The meeting place of spirituality (in Western and indigenous practices), Māori approach to wellbeing, and embodied sexuality, is a place of opportunity for women. As discussed earlier, Māori health requires balance within and restoration of hengaro, tinana, whanau, whenua, and wairua. While untangling the social determinants of health for Māori will be a highly complex and long term task, land is slowly being returned and language is slowly being restored; we might consider this a beginning. On the possibility of ‘naturalising the Europeans’ as hinted at earlier, with guidance and permission from Māori, perhaps the concept of wairua could be woven into the fabric of social systems in Aotearoa. Conscious to compliment indigenous concepts rather than ‘claim’ as Western spiritual materialism (Delugach, 1999), I imagine systems built with wairua could enable self-empowered, community-connected, equal distribution of power and acceptance of ‘visitors’ and ‘natives’ alike (deliberate use of the language of colonialisation). Into this system I would weave colours of spirituality into women’s sexuality. Research by Horn et al. (2005) suggests the relationship between embodied awareness of the spiritual and physical and mental health exists. In a growing body of evidence, Gabor Mate (2019) attributes much of the physcial body’s illness to psychosocial factors such that he suggests guilt and shame underlie illnesses such as cancer and autoimmune disorders. In accessing the spiritual dimension of sexuality, women may become free of guilt and shame, connected with their chosen God or universal and inclusive concept, feel the sense of belonging that wairua empowers, and be connected with and accepting of their sensual body. The possibilities seem infinite.

 

In addressing the question of spirituality and its relevance in psychology I have chosen to focus on sex as it is laced with taboo and religious controls that leaked from the colonisers ships and continue to flood modern social structures in Aotearoa.
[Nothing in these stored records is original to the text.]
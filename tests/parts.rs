//! The part drivers on a mock I2C bus (embedded-hal-mock transaction scripts): the
//! register steps of each data sheet, a conversion that is not ready yet, then ready;
//! wrong parts, bad settings, bus errors and recovery; the async drivers on the same
//! scripts. Run with `--features embedded-hal` (async: `--all-features`).
//!
//! Register maps: Bosch BME280 data sheet BST-BME280-DS002 revision 1.6, sections 5.3
//! and 5.4 (id 0xD0, calibration 0x88 and 0xE1, ctrl_hum 0xF2, status 0xF3, ctrl_meas
//! 0xF4, config 0xF5, data 0xF7); ST LPS22HB data sheet DocID027083 revision 6 and
//! LPS22HH DocID030890 revision 2, section 9 (WHO_AM_I 0x0F, CTRL_REG1 0x10, CTRL_REG2
//! 0x11, RES_CONF 0x1A, STATUS 0x27, output 0x28..0x2C). Register contents other than
//! the BMP280 worked-example values (named where used) are invented.
#![cfg(feature = "embedded-hal")]

use embedded_hal::i2c::ErrorKind;
use embedded_hal_mock::eh1::i2c::{Mock, Transaction};
use isohypse::parts::PartError;
use isohypse::parts::bme280::{self, Bme280, Bme280Config, Calibration};
use isohypse::parts::lps22::{self, LowPass, Lps22, Lps22Config, OutputRate, PowerMode, Variant};

const BME: u8 = bme280::ADDRESS_SDO_LOW;
const LPS: u8 = lps22::ADDRESS_SA0_LOW;

/// Calibration block at 0x88 (26 bytes): the BMP280 data sheet's worked-example words
/// (section 3.12, from memory), reserved 0xA0, dig_H1 = 75 at 0xA1.
fn calib_tp() -> Vec<u8> {
    let words: [u16; 12] = [
        27504, 26435, 64536, 36477, 54851, 3024, 2855, 140, 65529, 15500, 50936, 6000,
    ];
    let mut bytes: Vec<u8> = words.iter().flat_map(|w| w.to_le_bytes()).collect();
    bytes.extend([0x00, 75]);
    bytes
}

/// Calibration block at 0xE1 (7 bytes): H2 = 362, H3 = 0, H4 = 313, H5 = 50, H6 = 30
/// (typical production words, from memory).
fn calib_h() -> Vec<u8> {
    vec![0x6A, 0x01, 0x00, 0x13, 0x29, 0x03, 0x1E]
}

/// Data block at 0xF7: the worked example's adc_P = 415148 and adc_T = 519888 (BMP280
/// data sheet section 3.12, from memory), adc_H = 30000 (invented).
const DATA: [u8; 8] = [0x65, 0x5A, 0xC0, 0x7E, 0xED, 0x00, 0x75, 0x30];

fn bme_probe() -> Vec<Transaction> {
    vec![
        Transaction::write_read(BME, vec![0xD0], vec![0x60]),
        Transaction::write_read(BME, vec![0x88], calib_tp()),
        Transaction::write_read(BME, vec![0xE1], calib_h()),
    ]
}

/// `ctrl_hum` x1, `config` filter off, `ctrl_meas` = osrs_t x1 (001) osrs_p x4 (011)
/// sleep (00) = 0b001_011_00.
fn bme_configure_default() -> Vec<Transaction> {
    vec![
        Transaction::write(BME, vec![0xF2, 0x01]),
        Transaction::write(BME, vec![0xF5, 0x00]),
        Transaction::write(BME, vec![0xF4, 0b0010_1100]),
    ]
}

/// An LPS22HB found, configured with `Lps22Config::DEFAULT` (one-shot, low-noise) and
/// started: identity, power-down, RES_CONF read and written, CTRL_REG2, CTRL_REG1,
/// ONE_SHOT.
fn lps_hb_default_started() -> Vec<Transaction> {
    vec![
        Transaction::write_read(LPS, vec![0x0F], vec![0xB1]),
        Transaction::write(LPS, vec![0x10, 0x00]),
        Transaction::write_read(LPS, vec![0x1A], vec![0x00]),
        Transaction::write(LPS, vec![0x1A, 0x00]),
        Transaction::write(LPS, vec![0x11, 0x10]),
        Transaction::write(LPS, vec![0x10, 0x02]),
        Transaction::write(LPS, vec![0x11, 0x11]),
    ]
}

fn script(parts: &[Vec<Transaction>]) -> Vec<Transaction> {
    parts.concat()
}

#[test]
fn bme280_probe_configure_start_not_ready_fetch() {
    let mut expected = script(&[bme_probe(), bme_configure_default()]);
    expected.extend([
        Transaction::write(BME, vec![0xF4, 0b0010_1101]), // forced mode starts
        Transaction::write_read(BME, vec![0xF3], vec![0x08, 0b0010_1101]), // measuring
        // measuring clear but the mode bits not yet back to sleep: still not done
        Transaction::write_read(BME, vec![0xF3], vec![0x00, 0b0010_1101]),
        Transaction::write_read(BME, vec![0xF3], vec![0x00, 0b0010_1100]), // done
        Transaction::write_read(BME, vec![0xF7], DATA.to_vec()),
    ]);
    let mut bus = Mock::new(&expected);
    let mut part = Bme280::new(&mut bus, BME);
    part.probe().unwrap();
    part.configure(Bme280Config::DEFAULT).unwrap();
    assert_eq!(
        part.description(),
        Some(bme280::describe(&Bme280Config::DEFAULT))
    );
    part.start().unwrap();
    assert_eq!(part.fetch(), Ok(None));
    assert_eq!(part.fetch(), Ok(None));
    let reading = part.fetch().unwrap().unwrap();
    // BMP280 data sheet section 3.12 (from memory): 25.08 degC, 100653 Pa (whole Pa)
    assert_eq!(reading.die_temperature_c, 25.08);
    assert_eq!(reading.pressure_pa.floor(), 100_653.0);
    // humidity: the compensation of the same raw word at the example's t_fine
    let cal = part.calibration().unwrap();
    let h = bme280::compensate_humidity(&cal, 30_000, 128_422).unwrap();
    assert_eq!(reading.humidity_pct, Some(h as f32 / 1024.0));
    assert!((54.0..56.0).contains(&reading.humidity_pct.unwrap()));
    // the conversion was consumed: another fetch needs another start
    assert_eq!(part.fetch(), Err(PartError::NotStarted));
    bus.done();
}

#[test]
fn bme280_calibration_is_read_as_the_data_sheet_maps_it() {
    let mut bus = Mock::new(&bme_probe());
    let mut part = Bme280::new(&mut bus, BME);
    part.probe().unwrap();
    let cal = part.calibration().unwrap();
    let expected = Calibration {
        t1: 27504,
        t2: 26435,
        t3: -1000,
        p1: 36477,
        p2: -10685,
        p3: 3024,
        p4: 2855,
        p5: 140,
        p6: -7,
        p7: 15500,
        p8: -14600,
        p9: 6000,
        h1: 75,
        h2: 362,
        h3: 0,
        h4: 313,
        h5: 50,
        h6: 30,
    };
    assert_eq!(cal, expected);
    bus.done();
}

#[test]
fn bme280_settings_reach_the_registers() {
    // indoor navigation: ctrl_hum x1; config filter 16 (100 in bits 4:2) = 0x10;
    // ctrl_meas osrs_t x2 (010) osrs_p x16 (101) = 0b010_101_00, forced = ...01;
    // humidity skipped: ctrl_hum 0.
    let mut expected = bme_probe();
    expected.extend([
        Transaction::write(BME, vec![0xF2, 0x01]),
        Transaction::write(BME, vec![0xF5, 0x10]),
        Transaction::write(BME, vec![0xF4, 0b0101_0100]),
        Transaction::write(BME, vec![0xF4, 0b0101_0101]),
        Transaction::write(BME, vec![0xF2, 0x00]),
        Transaction::write(BME, vec![0xF5, 0x00]),
        Transaction::write(BME, vec![0xF4, 0b0010_1100]),
        Transaction::write(BME, vec![0xF4, 0b0010_1101]),
        Transaction::write_read(BME, vec![0xF3], vec![0x00, 0b0010_1100]),
        Transaction::write_read(BME, vec![0xF7], DATA.to_vec()),
    ]);
    let mut bus = Mock::new(&expected);
    let mut part = Bme280::new(&mut bus, BME);
    part.probe().unwrap();
    part.configure(Bme280Config::INDOOR_NAVIGATION).unwrap();
    part.start().unwrap();
    let no_humidity = Bme280Config {
        humidity: None,
        ..Bme280Config::DEFAULT
    };
    part.configure(no_humidity).unwrap();
    // a new setting forgets the conversion started before it
    assert_eq!(part.fetch(), Err(PartError::NotStarted));
    part.start().unwrap();
    assert_eq!(part.fetch().unwrap().unwrap().humidity_pct, None);
    bus.done();
}

#[test]
fn bme280_refuses_other_parts_and_blank_calibration() {
    // a BMP280 (id 0x58, no humidity) is refused after the identity read alone
    let mut bus = Mock::new(&[Transaction::write_read(BME, vec![0xD0], vec![0x58])]);
    let mut part = Bme280::new(&mut bus, BME);
    assert_eq!(part.probe(), Err(PartError::WrongChip { found: 0x58 }));
    assert_eq!(
        part.configure(Bme280Config::DEFAULT),
        Err(PartError::NotProbed)
    );
    assert_eq!(part.start(), Err(PartError::NotProbed));
    bus.done();
    // an all-zero calibration (blank or misread memory)
    let mut bus = Mock::new(&[
        Transaction::write_read(BME, vec![0xD0], vec![0x60]),
        Transaction::write_read(BME, vec![0x88], vec![0; 26]),
        Transaction::write_read(BME, vec![0xE1], vec![0; 7]),
    ]);
    let mut part = Bme280::new(&mut bus, BME);
    assert_eq!(part.probe(), Err(PartError::BadCalibration));
    assert_eq!(part.calibration(), None);
    bus.done();
}

#[test]
fn bme280_bus_error_then_recovery() {
    let mut expected = script(&[bme_probe(), bme_configure_default()]);
    expected.extend([
        Transaction::write(BME, vec![0xF4, 0b0010_1101]),
        Transaction::write_read(BME, vec![0xF3], vec![0x00, 0x00]).with_error(ErrorKind::Other),
        Transaction::write_read(BME, vec![0xF3], vec![0x00, 0b0010_1100]),
        Transaction::write_read(BME, vec![0xF7], DATA.to_vec()).with_error(ErrorKind::Other),
        Transaction::write_read(BME, vec![0xF3], vec![0x00, 0b0010_1100]),
        Transaction::write_read(BME, vec![0xF7], DATA.to_vec()),
    ]);
    let mut bus = Mock::new(&expected);
    let mut part = Bme280::new(&mut bus, BME);
    part.probe().unwrap();
    part.configure(Bme280Config::DEFAULT).unwrap();
    part.start().unwrap();
    assert_eq!(part.fetch(), Err(PartError::Bus(ErrorKind::Other)));
    assert_eq!(part.fetch(), Err(PartError::Bus(ErrorKind::Other)));
    assert_eq!(part.fetch().unwrap().unwrap().die_temperature_c, 25.08);
    bus.done();
}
Sex is a complex issue especially when considered through the experience of trauma, marginalisation, racism, or non-normative gender and sexual orientations. Under-resourced health providers could better support their clients through additional training in gender and sex related topics. Social systems in Aotearoa could be better placed to attain equity for all if structured from a Māori understanding of wellbeing. Women may find an unshackling from guilt and shame through embodied spirituality. Oddly, WIERD psychology is the study of the mind and behaviour, which includes the actions of the body, but not the body itself. Indigenous psychologies do not observe these dualistic approaches, they include and treat as one, the body, land, and spiritual aspects of living. If the practice of psychology in Aotearoa is to serve all people, integration with indigenous belief systems, specifically that of Māori wairua, spirituality, is essential.